Multiplexed primer extension sequencing: A targeted RNA-seq method that enables high-precision quantitation of mRNA splicing isoforms and rare pre-mRNA splicing intermediates

Abstract

The study of pre-mRNA splicing has been greatly aided by the advent of RNA sequencing (RNA-seq), which enables the genome-wide detection of discrete splice isoforms. Quantification of these splice isoforms requires analysis of splicing informative sequencing reads, those that unambiguously map to a single splice isoform, including exon-intron spanning alignments corresponding to retained introns, as well as exon-exon junction spanning alignments corresponding to either canonically- or alternatively-spliced isoforms. Because most RNA-seq experiments are designed to produce sequencing alignments that uniformly cover the entirety of transcripts, only a comparatively small number of splicing informative alignments are generated for any given splice site, leading to a decreased ability to detect and/or robustly quantify many splice isoforms. To address this problem, we have recently described a method termed Multiplexed Primer Extension sequencing, or MPE-seq, which uses pools of reverse transcription primers to target sequencing to user selected loci. By targeting reverse transcription to pre-mRNA splice junctions, this approach enables a dramatic enrichment in the fraction of splicing informative alignments generated per splicing event, yielding an increase in both the precision with which splicing efficiency can be measured, and in the detection of splice isoforms including rare splicing intermediates. Here we provide a brief review of the shortcomings associated with RNA-seq that drove our development of MPE-seq, as well as a detailed protocol for implementation of MPE-seq.

Fig. 1.

Quantitation of splicing isoforms from RNA-seq data: (A) Only a subset of alignments are splicing informative: those which can be unambiguously mapped to premature (including completely unspliced and lariat intermediate) or mature (fully spliced) molecules.
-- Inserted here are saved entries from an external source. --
"""Roots counted by turns against roots that are known."""

from __future__ import annotations

import cmath

import numpy as np
import pytest
from scipy.special import lambertw

from linverify.numerics.delay_scan import first_loss
from linverify.numerics.sector import weakly_damped
from linverify.numerics.transfer import Transfer


@pytest.mark.parametrize(("k", "d"), [(1.0, 0.8), (0.5, 0.3), (1.2, 1.0), (3.0, 0.1)])
@pytest.mark.parametrize("damping", [0.1, 0.25, 0.45, 0.7])
@pytest.mark.parametrize("end", [5.0, 30.0, 200.0])
def test_roots_of_an_integrator_with_a_dead_time(k: float, d: float, damping: float, end: float) -> None:
    """s exp(s d) = -k: s = W(-k d) / d on every branch of Lambert's function."""
    loop = Transfer(np.zeros((1, 1)), np.ones((1, 1)), np.array([[k]]), np.zeros((1, 1)), d)
    roots = [complex(lambertw(-k * d, branch)) / d for branch in range(-60, 60)]
    known = [s for s in roots if s.imag > 1e-9 and abs(s) < end and -s.real < damping * abs(s)]
    assert min(abs(abs(s) - end) for s in roots) > 1e-3
    assert weakly_damped(loop, damping, end) == len(known)


def test_poles_of_the_open_loop_do_not_count() -> None:
    """An open-loop pair with a damping of 0.1, moved to 0.5 by rate feedback: no root is left in the sector of 0.4."""
    A = np.array([[0.0, 1.0], [-1.0, -0.2]])
    loop = Transfer(A, np.array([[0.0], [1.0]]), np.array([[0.0, 0.8]]), np.zeros((1, 1)), 1e-6)
    assert weakly_damped(loop, 0.4, 10.0) == 0
    assert weakly_damped(loop, 0.6, 10.0) == 1


def test_the_first_loss_is_refined() -> None:
    found = first_loss(lambda late: late < 0.437, 0.1, 2.0)
    assert found.value == pytest.approx(0.437, rel=1e-8)
    assert abs(found.value - 0.437) <= found.error
    assert first_loss(lambda late: late < 0.437, 0.1, 2.0, whole=True).value == pytest.approx(0.4)
    assert first_loss(lambda late: True, 0.1, 2.0).value == pytest.approx(2.0)
    assert cmath.isnan(first_loss(lambda late: True, 1e-6, 2.0).value)
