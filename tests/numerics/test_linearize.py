"""Local models: closed forms, names, equilibria, difference equations, exact Jacobians, and what fails."""

from __future__ import annotations

from dataclasses import replace
from typing import Any

import numpy as np
import pytest
from random_functions import scattered
from truth import mechanics

from linverify.core.bound import BoundPlant
from linverify.core.case import SlopeAsk
from linverify.core.errors import PlantError
from linverify.core.model import OperatingPoint
from linverify.core.outcome import Outcome
from linverify.core.plant import Plant
from linverify.numerics.linearize import Linearization, linearize, row_names

G, LENGTH, FRICTION = 9.81, 0.5, 0.3


def swing(t: float, x: Any, u: Any, p: Any) -> Any:
    return np.stack([x[1], -G / LENGTH * np.sin(x[0]) - FRICTION * x[1] + p["gain"] * u[0]])


def swing_jacobian(t: float, x: Any, u: Any, p: Any) -> Any:
    A = [[0.0, 1.0], [-G / LENGTH * np.cos(x[0]), -FRICTION]]
    return A, [[0.0], [p["gain"]]], [[2.0, 0.0], [0.0, 1.0]], [[0.0], [0.0]]


SWING = Plant(
    states={"angle": "rad", "rate": "rad/s"},
    inputs={"torque": "N*m"},
    outputs={"twice": "rad", "rate": "rad/s"},
    parameters={"gain": 2.0},
    dynamics=swing,
    measurement=lambda t, x, u, p: np.stack([2.0 * x[0], x[1]]),
)


def local(
    plant: Plant,
    x: Any,
    u: Any,
    *,
    drift: Any = None,
    ask: SlopeAsk | None = None,
    nominal: Any = None,
    accuracy: float = 1e-8,
    parameters: Any = None,
) -> Linearization:
    bound = BoundPlant(plant, parameters or {})
    x, u = np.array(x, dtype=float), np.array(u, dtype=float)
    spread = np.linspace(-0.01, 0.01, 7)
    if not plant.domain:
        bound.detect(0.0, x[:, np.newaxis] + spread, u[:, np.newaxis] + spread)
    rest = np.zeros(len(x)) if drift is None else np.array(drift, dtype=float)
    point = OperatingPoint(x, u, np.zeros(bound.k), rest, 0.0, bound.states, bound.inputs, bound.outputs)
    return linearize(bound, point, nominal or {}, {}, ask or SlopeAsk(), accuracy=accuracy)


def held(angle: float) -> list[float]:
    return [G / LENGTH * np.sin(angle) / 2.0]


def test_blocks_names_and_errors() -> None:
    found = local(SWING, [0.4, 0.0], held(0.4))
    assert (found.outcome, found.message, found.gaps) == (Outcome.DONE, "", ())
    A, B, C, D = swing_jacobian(0.0, np.array([0.4, 0.0]), None, {"gain": 2.0})
    model = found.model
    for name, exact in zip("ABCD", (A, B, C, D), strict=True):
        block, error = getattr(model, name), model.errors[name]
        assert block.shape == error.shape == np.shape(exact)
        assert np.all(np.abs(block - exact) <= error)
        assert np.all(error < 1e-10)
        assert not block.flags.writeable
    assert (model.states.names, model.inputs.names, model.outputs.names) == (
        ("angle", "rate"),
        ("torque",),
        ("twice", "rate"),
    )
    assert model.step is None
    assert set(found.noise) == {"angle_rate", "rate_rate", "twice", "rate"}
    assert found.jacobian_source == "central differences, extrapolated"


def test_parameters_reach_the_model() -> None:
    found = local(SWING, [0.0, 0.0], [0.0], parameters={"gain": 5.0})
    assert found.model.B[1, 0] == pytest.approx(5.0, rel=1e-12)


def test_a_point_that_is_no_equilibrium_is_refused() -> None:
    found = local(SWING, [0.4, 0.0], [0.0])
    assert found.outcome is Outcome.NOT_EQUILIBRIUM
    assert found.model is None
    assert found.message == (
        "rate_rate is off by -7.64039 rad/s^2, 7.64 nominal sizes of rate; at most 1e-8 is an equilibrium"
    )


def test_the_accuracy_of_the_trim_is_the_limit() -> None:
    u = np.array(held(0.4)) + 1e-6
    assert local(SWING, [0.4, 0.0], u).outcome is Outcome.NOT_EQUILIBRIUM
    assert local(SWING, [0.4, 0.0], u, accuracy=1e-5).outcome is Outcome.DONE


def test_a_drifting_point_is_linearized() -> None:
    """A steady climb: the altitude moves, the rest rests."""
    plant = Plant(
        states={"altitude": "m", "speed": "m/s"},
        inputs={"thrust": "N"},
        dynamics=lambda t, x, u, p: np.stack([x[1], u[0] - x[1] ** 2]),
    )
    found = local(plant, [100.0, 3.0], [9.0], drift=[3.0, 0.0])
    assert found.outcome is Outcome.DONE
    np.testing.assert_allclose(found.model.A, [[0.0, 1.0], [0.0, -6.0]], atol=1e-9)
    assert local(plant, [100.0, 3.0], [9.0]).outcome is Outcome.NOT_EQUILIBRIUM


def test_a_difference_equation() -> None:
    plant = Plant(
        states={"level": "m"},
        inputs={"flow": "m/s"},
        dynamics=lambda k, x, u, p: np.stack([x[0] + 0.1 * (u[0] - x[0] ** 2)]),
        step=0.1,
    )
    found = local(plant, [2.0], [4.0])
    assert found.outcome is Outcome.DONE
    assert (found.model.A[0, 0], found.model.B[0, 0]) == pytest.approx((0.6, 0.1), abs=1e-11)
    assert found.model.step == 0.1
    assert row_names(BoundPlant(plant)) == ("level_next", "level")
    assert local(plant, [2.0], [4.5]).outcome is Outcome.NOT_EQUILIBRIUM
    drifting = local(plant, [2.0], [4.5], drift=[0.05])
    assert drifting.outcome is Outcome.DONE


def test_a_row_never_shares_its_name_with_an_output() -> None:
    plant = replace(SWING, outputs={"twice": "rad", "angle_rate": "rad/s"})
    assert row_names(BoundPlant(plant)) == ("rate of angle", "rate_rate", "twice", "angle_rate")


def test_an_exact_jacobian_is_used_when_it_agrees() -> None:
    found = local(replace(SWING, jacobian=swing_jacobian), [0.4, 0.0], held(0.4))
    assert found.outcome is Outcome.DONE
    assert found.model.A[1, 0] == -G / LENGTH * np.cos(0.4)  # to the last bit
    assert found.jacobian_source == "the plant's own Jacobian, cross-checked by differences"
    assert found.cross_check == ()
    assert found.model.errors["A"][1, 0] > 0


@pytest.mark.parametrize("off", [1e-8, 1e-3, 1.0])
def test_a_wrong_exact_jacobian_is_named_entry_by_entry(off: float) -> None:
    def wrong(t: float, x: Any, u: Any, p: Any) -> Any:
        A, B, C, _ = swing_jacobian(t, x, u, p)
        return A, B, C, [[off], [0.0]]

    found = local(replace(SWING, jacobian=wrong), [0.4, 0.0], held(0.4))
    assert found.outcome is Outcome.WRONG_JACOBIAN
    (mismatch,) = found.cross_check
    assert (mismatch.row, mismatch.column, mismatch.claimed) == ("twice", "torque", off)
    assert found.message.startswith(
        f"the plant's own Jacobian gives d twice / d torque = {off:.9g}, differences give 0"
    )
    assert found.model.D[0, 0] == 0.0  # the measured one stands in the record


def test_the_worst_wrong_entry_comes_first() -> None:
    def zeros(t: float, x: Any, u: Any, p: Any) -> Any:
        return np.zeros((2, 2)), np.zeros((2, 1)), np.zeros((2, 2)), np.zeros((2, 1))

    found = local(replace(SWING, jacobian=zeros), [0.4, 0.0], held(0.4))
    assert len(found.cross_check) == 6
    named = {(mismatch.row, mismatch.column) for mismatch in found.cross_check[:4]}
    assert ("rate_rate", "angle") in named


@pytest.mark.parametrize(
    ("answer", "word"),
    [
        ((np.zeros((2, 2)),), "must return A, B, C, D"),
        ((np.zeros((2, 1)), np.zeros((2, 1)), np.zeros((2, 2)), np.zeros((2, 1))), "a A of shape"),
        ((np.full((2, 2), np.nan), np.zeros((2, 1)), np.zeros((2, 2)), np.zeros((2, 1))), "not finite"),
        (("x", "y", "z", "w"), "no matrix of real numbers"),
    ],
)
def test_a_jacobian_of_another_form_is_told(answer: Any, word: str) -> None:
    plant = replace(SWING, jacobian=lambda t, x, u, p: answer)
    with pytest.raises(PlantError, match=word):
        local(plant, [0.4, 0.0], held(0.4))


def test_a_jacobian_that_raises_is_told() -> None:
    def broken(t: float, x: Any, u: Any, p: Any) -> Any:
        raise KeyError("mass")

    with pytest.raises(PlantError, match=r"jacobian raised KeyError.*angle = 0.4 rad"):
        local(replace(SWING, jacobian=broken), [0.4, 0.0], held(0.4))


def clipped(edge: float) -> Plant:
    """The input saturates `edge` nominal sizes (of 2) above the point."""
    limit = 1.0 + 2.0 * edge
    return replace(
        SWING,
        dynamics=lambda t, x, u, p: np.stack([x[1], -3.0 * x[0] + 2.0 * np.minimum(u[0], limit)]),
        nominal={"torque": 2.0},
    )


@pytest.mark.parametrize("edge", [0.0, 1e-9, 5e-5, -5e-5])
def test_a_saturation_edge_on_the_point_has_no_slope(edge: float) -> None:
    level = min(1.0, 1.0 + 2.0 * edge)
    found = local(clipped(edge), [2.0 * level / 3.0, 0.0], [1.0], nominal={"torque": 2.0})
    assert found.outcome is Outcome.NOT_DIFFERENTIABLE
    assert "d rate_rate / d torque" in found.message
    assert "differ by 100 %" in found.message
    assert found.largest_entry == "d rate_rate / d torque"
    assert found.largest == pytest.approx(1.0, rel=1e-3)
    assert found.model.B[1, 0] == pytest.approx(1.0, rel=1e-3)
    assert found.model.errors["B"][1, 0] >= 1.0


def test_beside_the_edge_the_slope_holds_and_the_edge_is_told() -> None:
    found = local(clipped(1e-3), [2.0 / 3.0, 0.0], [1.0], nominal={"torque": 2.0})
    assert found.outcome is Outcome.DONE
    (corner,) = found.gaps
    assert (corner.row, corner.column, corner.near) == ("rate_rate", "torque", False)
    assert (corner.distance, corner.place) == pytest.approx((1e-3, 1.002), rel=1e-6)
    assert found.model.B[1, 0] == pytest.approx(2.0, rel=1e-10)
    assert found.model.errors["B"][1, 0] < 1e-9


def test_an_input_that_moves_down_only() -> None:
    found = local(clipped(0.0), [2.0 / 3.0, 0.0], [1.0], ask=SlopeAsk(side={"torque": "down"}))
    assert found.outcome is Outcome.DONE
    assert found.model.B[1, 0] == pytest.approx(2.0, rel=1e-10)
    assert found.notes == ("slopes by torque are taken from below only: as `side` says",)
    up = local(clipped(0.0), [2.0 / 3.0, 0.0], [1.0], ask=SlopeAsk(side={"torque": "up"}))
    assert up.model.B[1, 0] == pytest.approx(0.0, abs=1e-10)


def test_at_the_edge_of_the_domain_a_note_says_so() -> None:
    plant = Plant(
        states={"level": "m"},
        inputs={"flow": "1/s"},
        dynamics=lambda t, x, u, p: np.stack([u[0] - x[0] * np.exp(x[0])]),
        domain={"level": (0.0, None)},
    )
    found = local(plant, [0.0], [0.0])
    assert found.outcome is Outcome.DONE
    assert found.notes == ("slopes by level are taken from above only: the domain ends there",)
    assert found.model.A[0, 0] == pytest.approx(-1.0, abs=1e-8)


def test_a_small_corner_passes_with_the_mean_of_both_sides() -> None:
    plant = replace(SWING, dynamics=lambda t, x, u, p: np.stack([x[1], -3.0 * x[0] + 0.06 * np.abs(x[0]) + u[0]]))
    found = local(plant, [0.0, 0.0], [0.0])
    assert found.outcome is Outcome.DONE
    assert found.largest == pytest.approx(0.12 / 3.06, rel=1e-2)
    assert found.model.A[1, 0] == pytest.approx(-3.0, abs=1e-6)
    assert found.model.errors["A"][1, 0] >= 0.06
    strict = local(plant, [0.0, 0.0], [0.0], ask=SlopeAsk(slope_gap=0.03))
    assert strict.outcome is Outcome.NOT_DIFFERENTIABLE


def test_a_corner_counts_against_the_largest_term_of_its_row() -> None:
    """The same corner, with its column of a size at which it is drowned by another term."""

    def f(t: float, x: Any, u: Any, p: Any) -> Any:
        return np.stack([x[1], -100.0 * x[1] + np.abs(x[0])])

    plant = replace(SWING, dynamics=f)
    assert local(plant, [0.0, 0.0], [0.0]).outcome is Outcome.DONE
    wide = local(plant, [0.0, 0.0], [0.0], nominal={"angle": 10.0})
    assert wide.outcome is Outcome.NOT_DIFFERENTIABLE
    assert wide.largest == pytest.approx(0.2, rel=1e-3)


@pytest.mark.parametrize(
    ("term", "words"),
    [
        (
            lambda x: 0.5 * np.where(x >= 1e-6, 1.0, 0.0),
            "rate_rate jumps by 0.5 rad/s^2, 1e-6 nominal sizes above the point",
        ),
        (lambda x: np.sqrt(np.abs(x)), "the slope grows without bound at the point"),
        (lambda x: np.abs(x), "slopes -4 below and -2 1/s^2 above differ by 50 % at the point, at angle = 0 rad"),
    ],
)
def test_the_message_says_what_is_wrong(term: Any, words: str) -> None:
    plant = replace(SWING, dynamics=lambda t, x, u, p: np.stack([x[1], -3.0 * x[0] + term(x[0]) + u[0]]))
    found = local(plant, [0.0, 0.0], [0.0])
    assert found.outcome is Outcome.NOT_DIFFERENTIABLE
    assert words in found.message


def test_corners_of_outputs_count_too() -> None:
    plant = replace(SWING, measurement=lambda t, x, u, p: np.stack([np.maximum(x[0], 0.4), x[1]]))
    found = local(plant, [0.4, 0.0], held(0.4))
    assert found.outcome is Outcome.NOT_DIFFERENTIABLE
    assert found.message.startswith("d twice / d angle: slopes 0 below and 1 above differ by 100 %")


def test_a_corner_that_noise_may_hide_is_undecided() -> None:
    def f(t: float, x: Any, u: Any, p: Any) -> Any:
        return np.stack([x[1], -3.0 * x[0] + u[0] + 0.02 * (scattered(x[0]) - p["offset"])])

    plant = replace(SWING, dynamics=f, parameters={"offset": 0.0})
    found = local(plant, [0.3, 0.0], [0.9], accuracy=1.0)
    assert found.outcome is Outcome.NOISY
    assert "noise" in found.message


def test_what_fails_next_to_the_point_is_undecided_and_named() -> None:
    def f(t: float, x: Any, u: Any, p: Any) -> Any:
        with np.errstate(invalid="ignore"):
            return np.stack([x[1], np.sqrt(x[0]) ** 3 + u[0]])

    found = local(replace(SWING, dynamics=f), [0.0, 0.0], [0.0])
    assert found.outcome is Outcome.NOT_FINITE
    assert found.model is None
    assert "along angle: dynamics returned nan for rate when called with t = 0 s, angle = -" in found.message


def test_what_raises_next_to_the_point_is_undecided_and_named() -> None:
    def f(t: float, x: Any, u: Any, p: Any) -> Any:
        if np.any(x[0] < 0.0):
            raise ArithmeticError("below the table")
        return np.stack([x[1], -x[0] + u[0]])

    found = local(replace(SWING, dynamics=f), [0.0, 0.0], [0.0])
    assert found.outcome is Outcome.PLANT_RAISED
    assert "ArithmeticError: below the table" in found.message


def test_constant_rows_and_idle_columns_are_zero() -> None:
    plant = Plant(
        states={"idle": "", "moving": ""},
        inputs={"unused": "", "used": ""},
        outputs={"fixed": "", "moving": ""},
        dynamics=lambda t, x, u, p: np.stack([0.0 * x[0], u[1] - x[1]]),
        measurement=lambda t, x, u, p: np.stack([101325.0 + 0.0 * x[0], x[1]]),
    )
    found = local(plant, [3.0, 2.0], [7.0, 2.0])
    assert found.outcome is Outcome.DONE
    np.testing.assert_allclose(found.model.A, [[0.0, 0.0], [0.0, -1.0]], atol=1e-11)
    np.testing.assert_allclose(found.model.B, [[0.0, 0.0], [0.0, 1.0]], atol=1e-11)
    np.testing.assert_allclose(found.model.C, [[0.0, 0.0], [0.0, 1.0]], atol=1e-7)


@pytest.mark.parametrize("degrees", [0.0, 30.0, 90.0, 135.0])
def test_the_published_pendulum_within_its_errors(degrees: float) -> None:
    plant, angle = mechanics.pendulum, np.deg2rad(degrees)
    mass, inertia = mechanics.MASS, mechanics.MASS * mechanics.LENGTH**2
    found = local(plant, [angle, 0.0], [mass * mechanics.GRAVITY * mechanics.LENGTH * np.sin(angle)])
    assert found.outcome is Outcome.DONE
    exact = [[0.0, 1.0], [-mechanics.GRAVITY / mechanics.LENGTH * np.cos(angle), -mechanics.DAMPING / inertia]]
    assert np.all(np.abs(found.model.A - exact) <= found.model.errors["A"])
    np.testing.assert_allclose(found.model.A, exact, rtol=1e-7, atol=1e-9)


def test_a_plant_that_is_not_batched_gives_the_same_model() -> None:
    import math

    def one(t: float, x: Any, u: Any, p: Any) -> Any:
        return np.array([x[1], -G / LENGTH * math.sin(x[0]) - FRICTION * x[1] + p["gain"] * u[0]])

    many = local(SWING, [0.4, 0.0], held(0.4))
    single = local(replace(SWING, dynamics=one), [0.4, 0.0], held(0.4))
    np.testing.assert_allclose(single.model.A, many.model.A, rtol=0, atol=1e-10)
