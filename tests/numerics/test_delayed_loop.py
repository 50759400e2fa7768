"""Loops of several channels with a dead time: the stand-in against the exact response and exact counts of roots."""

from __future__ import annotations

import math
from dataclasses import replace

import numpy as np
import pytest
from channels import highest, respond, sigma, transfer
from test_multiloop import gain, rotating

from linverify.core.outcome import Outcome
from linverify.numerics.allpass import delayed_by, sections, share_off
from linverify.numerics.multiloop import both_sides, multiloop
from linverify.numerics.transfer import Transfer


def lag(top: float, pole: float, delay: float) -> Transfer:
    return Transfer(np.array([[pole]]), np.ones((1, 1)), np.array([[top]]), np.zeros((1, 1)), delay)


@pytest.mark.parametrize(("delay", "omega"), [(2.0, 0.5), (2.0, 2.25), (0.01, 900.0), (1.0, 40.0)])
def test_chain_stands_for_the_dead_time(delay: float, omega: float) -> None:
    loop = Transfer(np.zeros((0, 0)), np.zeros((0, 2)), np.zeros((2, 0)), np.array([[1.0, 2.0], [3.0, 4.0]]), delay)
    number = sections(delay, omega)
    grid = np.linspace(0.0, omega, 200)
    off = share_off(delay, number, omega)
    wrong = respond(delayed_by(loop, number), grid) - respond(loop, grid)
    assert np.abs(wrong / loop.D).max() <= off * (1.0 + 1e-6) + 1e-13
    assert off < 1e-6


def test_integrator_loses_stability_where_it_should() -> None:
    """k exp(-s tau) / s is stable for k tau < pi / 2."""
    for share in (0.5, 0.999, 1.001, 1.5):
        found = multiloop(lag(2.0, 0.0, share * math.pi / 4.0))
        assert found.stable == (share < 1.0)
    (upper, lower) = multiloop(lag(2.0, 0.0, 1.001 * math.pi / 4.0)).unstable
    assert upper == pytest.approx(2.0j, abs=5e-3)
    assert lower == upper.conjugate()


def test_unstable_loop_that_a_dead_time_can_lose() -> None:
    """3 exp(-s tau) / (s - 1): stable for tau < arccos(1 / 3) / sqrt(8)."""
    edge = math.acos(1.0 / 3.0) / math.sqrt(8.0)
    assert multiloop(lag(3.0, 1.0, 0.999 * edge)).stable
    assert not multiloop(lag(3.0, 1.0, 1.001 * edge)).stable


@pytest.mark.parametrize("delay", [1e-4, 0.01, 0.05, 0.1])
def test_rotating_body_with_a_dead_time(delay: float) -> None:
    loop = replace(rotating(3.0), delay=delay)
    found = multiloop(loop)
    poles = np.array([-0.5 + 0.3j, -0.5 - 0.3j])
    eye, omega = np.eye(2), np.geomspace(1e-3, 300.0, 4000)

    def S(w: np.ndarray) -> np.ndarray:
        return np.linalg.inv(eye + respond(loop, w))

    assert found.outcome is Outcome.DONE
    assert found.stable
    assert found.sensitivity.value == pytest.approx(highest(lambda w: sigma(S(w)), omega, poles), rel=1e-6)
    assert found.complementary.value == pytest.approx(highest(lambda w: sigma(eye - S(w)), omega, poles), rel=1e-6)
    disk = found.disk
    # the perturbation makes 1 + L F singular with the exact dead time
    L = respond(loop, np.array([disk.frequency]))[0]
    assert np.linalg.svd(eye + L @ np.diag(disk.factors), compute_uv=False)[-1] < 1e-6
    assert disk.low == pytest.approx(disk.high, rel=1e-5)
    rng = np.random.default_rng(0)
    for _ in range(50):
        Q = np.exp(1j * rng.uniform(-np.pi, np.pi, 2))
        assert np.abs(np.linalg.eigvals((S(omega) - 0.5 * eye) * Q)).max() <= 1.0 / disk.low


def test_more_dead_time_leaves_less() -> None:
    margins = [multiloop(replace(rotating(3.0), delay=delay)).disk.low for delay in (0.0, 0.1, 0.2)]
    assert margins == sorted(margins, reverse=True)
    both = [both_sides(replace(rotating(3.0), delay=delay), gain(np.eye(2))) for delay in (0.0, 0.1)]
    assert both[1].high < both[0].low


def test_feedthrough() -> None:
    """The limit at infinity counts; from |D| = 1 on poles come from infinity."""
    loop = replace(lag(0.5, -1.0, 0.3), D=np.array([[0.6]]))
    found = multiloop(loop)
    assert found.stable
    assert found.sensitivity.value >= 1.0 / (1.0 - 0.6) * (1.0 - 1e-6)
    omega = np.linspace(1e-3, 5e2, 500_001)
    exact = float(np.abs(1.0 / (1.0 + respond(loop, omega)[:, 0, 0])).max())
    assert found.sensitivity.value + found.sensitivity.error >= exact
    assert found.sensitivity.value == pytest.approx(exact, rel=2e-2)
    largest = float(np.abs(1.0 / (1.0 + respond(loop, omega)[:, 0, 0]) - 0.5).max())
    assert found.disk.low <= 1.0 / largest
    assert found.disk.high == pytest.approx(1.0 / largest, rel=2e-2)
    assert multiloop(replace(loop, D=np.array([[1.0]]))).outcome is Outcome.DELAY_NOT_DECIDED


def turns(loop: Transfer) -> int:
    """Unstable closed-loop poles by the turns of det(1 + L) on a fine scan, the open loop having none."""
    omega = np.concatenate([np.linspace(0.0, 200.0, 60_001), np.geomspace(200.0, 1e5, 60_000)])
    eye = np.eye(len(loop.D))
    phase = np.unwrap(np.angle(np.linalg.det(eye + respond(loop, omega))))
    return round(-2.0 * (phase[-1] - phase[0]) / (2.0 * math.pi))


@pytest.mark.parametrize("seed", range(4))
def test_stability_against_turns(seed: int) -> None:
    rng = np.random.default_rng(seed)
    one = transfer(rng, 4, 2, 2, 0.1)
    loop = replace(one, C=0.3 * one.C, delay=10 ** rng.uniform(-2.5, 0.0))
    found = multiloop(loop)
    assert found.outcome is Outcome.DONE
    assert len(found.unstable) == turns(loop)
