@pytest.mark.parametrize("batched", [True, False], ids=["batched", "single columns"])
def test_a_canonical_run_has_the_same_bits_whatever_ran_before(batched: bool) -> None:
    def pendulum() -> Rig:
        plant = plain(lambda t, x, u: [x[1], -9.0 * np.sin(x[0]) - 0.6 * x[1] + u[0]], "x v")
        return rig_of(plant, [[0, 1], [-9, -0.6]], [[0], [1]], batched=batched)

    values = np.random.default_rng(3).uniform(-2, 2, (70, 10, 1))
    drives = [drive(row, 0.2) for row in values]
    fresh, used = pendulum(), pendulum()
    first = run_alone(fresh, drives[7], FINE)
    together = run(used, drives[:20], FINE)
    assert same(first, run_alone(used, drives[7], FINE))
    assert same(together, run(fresh, drives[:20], FINE))
    assert np.abs(together.plant[..., 7] - first.plant[..., 0]).max() < 1e-5


def test_many_drives_come_back_in_order() -> None:
    rig = rig_of(lag(), [[-2]], [[1]])
    drives = [drive([0.001 * index] * 2) for index in range(300)]
    runs = run(rig, drives, FINE)
    assert len(runs) == 300
    final = 0.0005 * np.arange(300) * (1 - math.exp(-2.0))
    assert runs.model[0, -1, -1] == pytest.approx(final, abs=1e-15)
    assert runs.plant[0, -1, -1] == pytest.approx(final, abs=1e-6)


def test_single_columns_and_batches_agree() -> None:
    plant = plain(lambda t, x, u: [x[1], -9.0 * np.sin(x[0]) + u[0]], "x v")
    drives = [drive(row, 0.2) for row in np.random.default_rng(4).uniform(-1, 1, (20, 6, 1))]
    one = run(rig_of(plant, [[0, 1], [-9, 0]], [[0], [1]], batched=False), drives, FINE)
    many = run(rig_of(plant, [[0, 1], [-9, 0]], [[0], [1]]), drives, FINE)
    assert np.abs(one.plant - many.plant).max() < 1e-6


# accuracy


def test_finer_run_halves_the_steps_even_where_one_an_interval_was_enough() -> None:
    rig = rig_of(
        plain(lambda t, x, u: [x[1], -np.sin(x[0]) + u[0]], "x v"), [[0, 1], [-1, 0]], [[0], [1]], weights=[1, 1]
    )
    d = drive([0.5, -0.5, 0.3], 1.0)
    coarse, fine, exact = (run_alone(rig, d, f) for f in (FINE, FINE.finer(), Fidelity(64, 1e-9)))
    told = np.abs(coarse.plant - fine.plant[:, :, ::2]).max()
    true = np.abs(coarse.plant - exact.plant[:, :, ::16]).max()
    assert told == pytest.approx(true, rel=0.1)
    assert FINE.finer() == Fidelity(8, 1e-4 / 32)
Black arrows denote the conversion between these forms in the 1^st and 2^nd chemical steps of the pre-mRNA splicing reaction. (B) The fraction of alignments from a standard RNA-seq experiment that are completely exonic (E), mature (J), and premature (EI + IE) is shown for all single intron containing genes in S. pombe. (C) The coefficient of variation of replicate measurements of each event in (B) is plotted as a function of the (geometric) mean count depth for the isoform. Count data for (B) and (C) can be found in Table A.1. RNA-seq data are from Xu, etal. (2019) [11].

Fig. 2.

MPE-seq targets reads to splicing informative loci, increasing the precision of measurements of splicing efficiency compared to standard RNA-seq. (A) Steps in MPE-seq library preparation. Asterisk indicates the presence of aminoallyl-deoxyuridine, incorporated during reverse transcription. (B) Categories of MPE-seq alignments for quantifying the abundance of molecules at each chemical step of splicing for a single splicing event. (C) The correlation between measurements of splice index (SI, calculated as total unspliced reads divided by total spliced reads) for each splicing event is presented for replicate MPE-seq and RNA-seq S. cerevisiae libraries. Libraries were down sampled to five million reads each. The number of splicing events for which at least one premature and mature alignment exists in both replicates is represented by ‘n’. R² values were calculated using linear regression. MPE-seq count data can be found in Table A.2, and RNA-seq count data can be found in Table A.3.

Fig. 3.

Bioanalyzer traces of replicate S. cerevisiae MPE-seq libraries after size selection by: (A) acrylamide gel, or (B) AmpureXP beads. LM and UM denote the lower and upper markers, respectively. PD denotes the peak resulting from primer dimer molecules.